Two Factor Authentication

Since last summer when a well-known, sophisticated web meister Mat Honan was hacked and his whole web identity trashed I have been taking steps to improve my own online security.

What Is Two Factor Authentication?

2 factor authenitcationWhen you walk up to an ATM machine you conduct a two factor authentication before you make a transaction. You must physically have the card (factor one) and insert it in the machine and then you have to know the pass code (factor two). This combination makes it very unlikely that the person performing the transaction is not you.

On the web,  the typical security system of user names and passwords is very leaky because these identifiers are so easily “guessed” by computers programed to break into your accounts. Even the addition of so-called security questions, “What is you maternal grandmother’s first name?”, are readily discoverable through search and social spoofing.

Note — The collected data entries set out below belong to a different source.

fn check_report(f: &mut Fails, id: &str, d: &Design) {
    let html = report(d);
    // HTML Living Standard, parsing HTML documents: the parser reports every parse error; a
    // conforming document has none, and its doctype keeps the page out of quirks mode.
    let doc = scraper::Html::parse_document(&html);
    f.expect(
        "HTML Living Standard, parsing (html5ever)",
        &format!("{id}: report parses without errors"),
        doc.errors.is_empty(),
        &doc.errors,
    );
    f.expect(
        "HTML Living Standard, the initial insertion mode",
        &format!("{id}: no-quirks doctype"),
        format!("{:?}", doc.quirks_mode) == "NoQuirks",
        format!("{:?}", doc.quirks_mode),
    );
    // Self-contained: no script, no external reference.
    f.expect(
        "self-contained",
        &format!("{id}: no <script"),
        !html.to_ascii_lowercase().contains("<script") && doc.select(&sel("script")).next().is_none(),
        "script",
    );
    let external = external_references(&html);
    f.expect("self-contained", &format!("{id}: no http(s):// reference"), external.is_empty(), &external);
    let fetching: Vec<String> = doc
        .tree
        .nodes()
        .filter_map(|n| {
            n.value()
                .as_element()
                .map(|e| (e.name().to_string(), e.attrs().map(|(k, _)| k.to_string()).collect::<Vec<_>>()))
        })
        .filter(|(name, attrs)| {
            ["img", "link", "iframe", "object", "embed", "image", "use"].contains(&name.as_str())
                || attrs.iter().any(|a| ["src", "href", "xlink:href", "srcset"].contains(&a.as_str()))
        })
        .map(|(name, attrs)| format!("{name} {attrs:?}"))
        .collect();
    f.expect("self-contained", &format!("{id}: no element that loads a resource"), fetching.is_empty(), &fetching);
    let style: String = doc.select(&sel("style")).map(text_of).collect();
    f.expect(
        "self-contained",
        &format!("{id}: styles import nothing"),
        !style.contains("url(") && !style.contains("@import"),
        "url( / @import",
    );

    // The drawings, verbatim.
    let sch = schematic::of_design(d, &SchematicConfig { title: false, ..SchematicConfig::default() }).map(|s| s.svg);
    f.expect(
        "report",
        &format!("{id}: holds the schematic SVG"),
        sch.as_ref().is_some_and(|s| html.contains(s.as_str())),
        sch.is_some(),
    );
    let cfg = PlotConfig::default();
    for (name, draw) in [
        ("response", plot::response as fn(&Design, &PlotConfig) -> Option<plot::Plot>),
        ("transfer", plot::transfer),
        ("tolerance", plot::tolerance),
        ("noise", plot::noise),
    ] {
        let p = draw(d, &cfg).map(|p| p.svg);
        f.expect(
            "report",
            &format!("{id}: holds the {name} plot"),
            p.as_ref().is_some_and(|s| html.contains(s.as_str())),
            p.is_some(),
        );
    }
    let svgs = doc.select(&sel("svg")).count();
    f.expect("report", &format!("{id}: five drawings (schematic and four plots)"), svgs == 5, svgs);

    // The part list, row for row.
    let bom_rows = bom(d);
    match section(&doc, "Part list") {
        Some(s) => {
            let rows = rows_of(s);
            f.expect(
                "report",
                &format!("{id}: one table row per part-list row"),
                rows.len() == bom_rows.len(),
                (rows.len(), bom_rows.len()),
            );
            for r in &bom_rows {
                let found = rows.iter().find(|cells| {
                    cells.first().is_some_and(|c0| {
                        c0.split(|ch: char| !ch.is_ascii_alphanumeric()).filter(|w| !w.is_empty()).collect::<Vec<_>>()
                            == r.designators
                    })
                });
                match found {
                    Some(cells) => {
                        let line = cells.join(" | ");
                        for field in [
                            &r.quantity.to_string(),
                            &r.kind,
                            &r.value,
                            &r.tolerance,
                            &r.tolerance_code,
                            &r.rating,
                            &r.construction,
                            &r.notes,
                        ] {
                            f.expect(
                                "report",
                                &format!("{id}: part-list row {} shows {field:?}", r.designators.join(" ")),
                                line.contains(field.as_str()),
                                &line,
                            );
                        }
                    }
                    None => f.expect(
                        "report",
                        &format!("{id}: part-list row for {}", r.designators.join(" ")),
                        false,
                        &rows,
                    ),
                }
            }
        }
        None => f.expect("report", &format!("{id}: has a Part list section"), false, "none"),
    }
    // The checks, each with its id and message.
    match section(&doc, "Checks") {
        Some(s) => {
            let rows = rows_of(s);
            for c in &d.checks {
                let shown =
                    rows.iter().any(|cells| cells.iter().any(|x| x == &c.id) && cells.iter().any(|x| x == &c.message));
                f.expect("report", &format!("{id}: check {} shown with its message", c.id), shown, &c.message);
            }
            f.expect(
                "report",
                &format!("{id}: one row per check"),
                rows.len() == d.checks.len(),
                (rows.len(), d.checks.len()),
            );
        }
        None => f.expect("report", &format!("{id}: has a Checks section"), false, "none"),
    }
    // The sensor's front end, where it has one: its parts as the design holds them.
    let front = section(&doc, "Sensor front end")
        .map(rows_of)
        .unwrap_or_default()
        .iter()
        .map(|c| c.join(" | "))
        .collect::<Vec<_>>()
        .join("\n");
    let fmt_r = |x: f64| rangefit_engine::units::format(x, rangefit_engine::units::Quantity::Resistance);
    let mut wanted: Vec<String> = Vec::new();
    if let Some(ia) = &d.instrumentation() {
        wanted.extend([ia.feedback, ia.gain_resistor, Some(ia.protection)].into_iter().flatten().map(fmt_r));
        wanted.push(ia.reason.clone());
    }
    if let Some(dd) = &d.differential() {
        wanted.extend([fmt_r(dd.r1), fmt_r(dd.r2), format!("{:.1} dB", dd.cmrr_worst_db)]);
    }
    if let Some(t) = &d.photodiode() {
        wanted.push(fmt_r(t.feedback_resistor));
    }
    if let Some(b) = &d.high_impedance() {
        wanted.extend(b.bias_resistor.map(fmt_r));
    }
    let has_front = d.instrumentation().is_some()
        || d.differential().is_some()
        || d.photodiode().is_some()
        || d.high_impedance().is_some()
        || d.bridge().is_some();
    f.expect(
        "report",
        &format!("{id}: a Sensor front end section exactly when the design has a front end"),
        has_front != front.is_empty(),
        &front,
    );
    for w in wanted {
        f.expect("report", &format!("{id}: front end shows {w}"), front.contains(&w), &front);
    }
    // Assumptions: Monte Carlo count and seed, temperature.
    match section(&doc, "Assumptions") {
        Some(s) => {
            let rows = rows_of(s);
            let a = &d.request.analysis;
            let words = |t: &str| {
                t.split(|ch: char| !(ch.is_ascii_alphanumeric() || ch == '.')).map(str::to_string).collect::<Vec<_>>()
            };
            let mc = rows
                .iter()
                .find(|cells| cells.first().is_some_and(|c| c.contains("Monte Carlo")))
                .map(|cells| words(&cells.join(" ")))
                .unwrap_or_default();
            f.expect(
                "report",
                &format!("{id}: Monte Carlo count {} stated", a.monte_carlo_runs),
                mc.contains(&a.monte_carlo_runs.to_string()),
                &mc,
            );
            f.expect(
                "report",
                &format!("{id}: Monte Carlo seed {} stated", a.seed),
                mc.contains(&a.seed.to_string()),
                &mc,
            );
            let temp = rows
                .iter()
                .find(|cells| cells.first().is_some_and(|c| c.contains("Temperature")))
                .map(|cells| words(&cells.join(" ")))
                .unwrap_or_default();
            f.expect(
                "report",
                &format!("{id}: temperature {} K stated", a.temperature),
                temp.contains(&a.temperature.to_string()) && temp.iter().any(|w| w == "K"),
                &temp,
            );
        }
        None => f.expect("report", &format!("{id}: has an Assumptions section"), false, "none"),
    }
    // Safety cautions: every caution of the design, and the four subjects.
    match section(&doc, "Safety") {
        Some(s) => {
            let items: Vec<String> = s.select(&sel("li")).map(text_of).collect();
            for c in &d.cautions {
                f.expect("report", &format!("{id}: caution listed: {c}"), items.contains(c), &items);
            }
            let all = items.join(" ").to_lowercase();
            for subject in ["isolation", "absolute maximum", "qualified person", "local codes"] {
                f.expect(
                    "common practice: safety cautions",
                    &format!("{id}: cautions mention {subject}"),
                    all.contains(subject),
                    &items,
                );
            }
        }
        None => f.expect("report", &format!("{id}: has a Safety section"), false, "none"),
    }
}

In web-based two factor authentication a “token” – usually a 6 to 8 digit number is required in addition to the user name and password combination to gain access to one of your accounts. When you enter the correct user name-password combination a token, good only for 10- to 15 seconds, is sent to your phone or other digital device. You then enter this token and you gain admittance to your account. 

How Does It Work for Me?

Authy token app - screen shot iPjoneRecently, stimulated by a client request, I set up a two factor authorization system for several WordPress sites using Authy. I can receive my tokens via SMS or an iPhone app. Since I almost always have my phone close at hand, it turns out to be an extremely quick process to fill in my user name and password and then turn to my phone for the token.

This proved to be such a slick process that I have now added two factor authentication to my Apple and Google accounts. For the latter, once I authenticate a device I have the choice to turn off the two factor process for Google accounts on that machine.

If you are concerned about your online security try out these tools. I am now writing to my financial institutions asking them when they will begin to offer two factor authentication.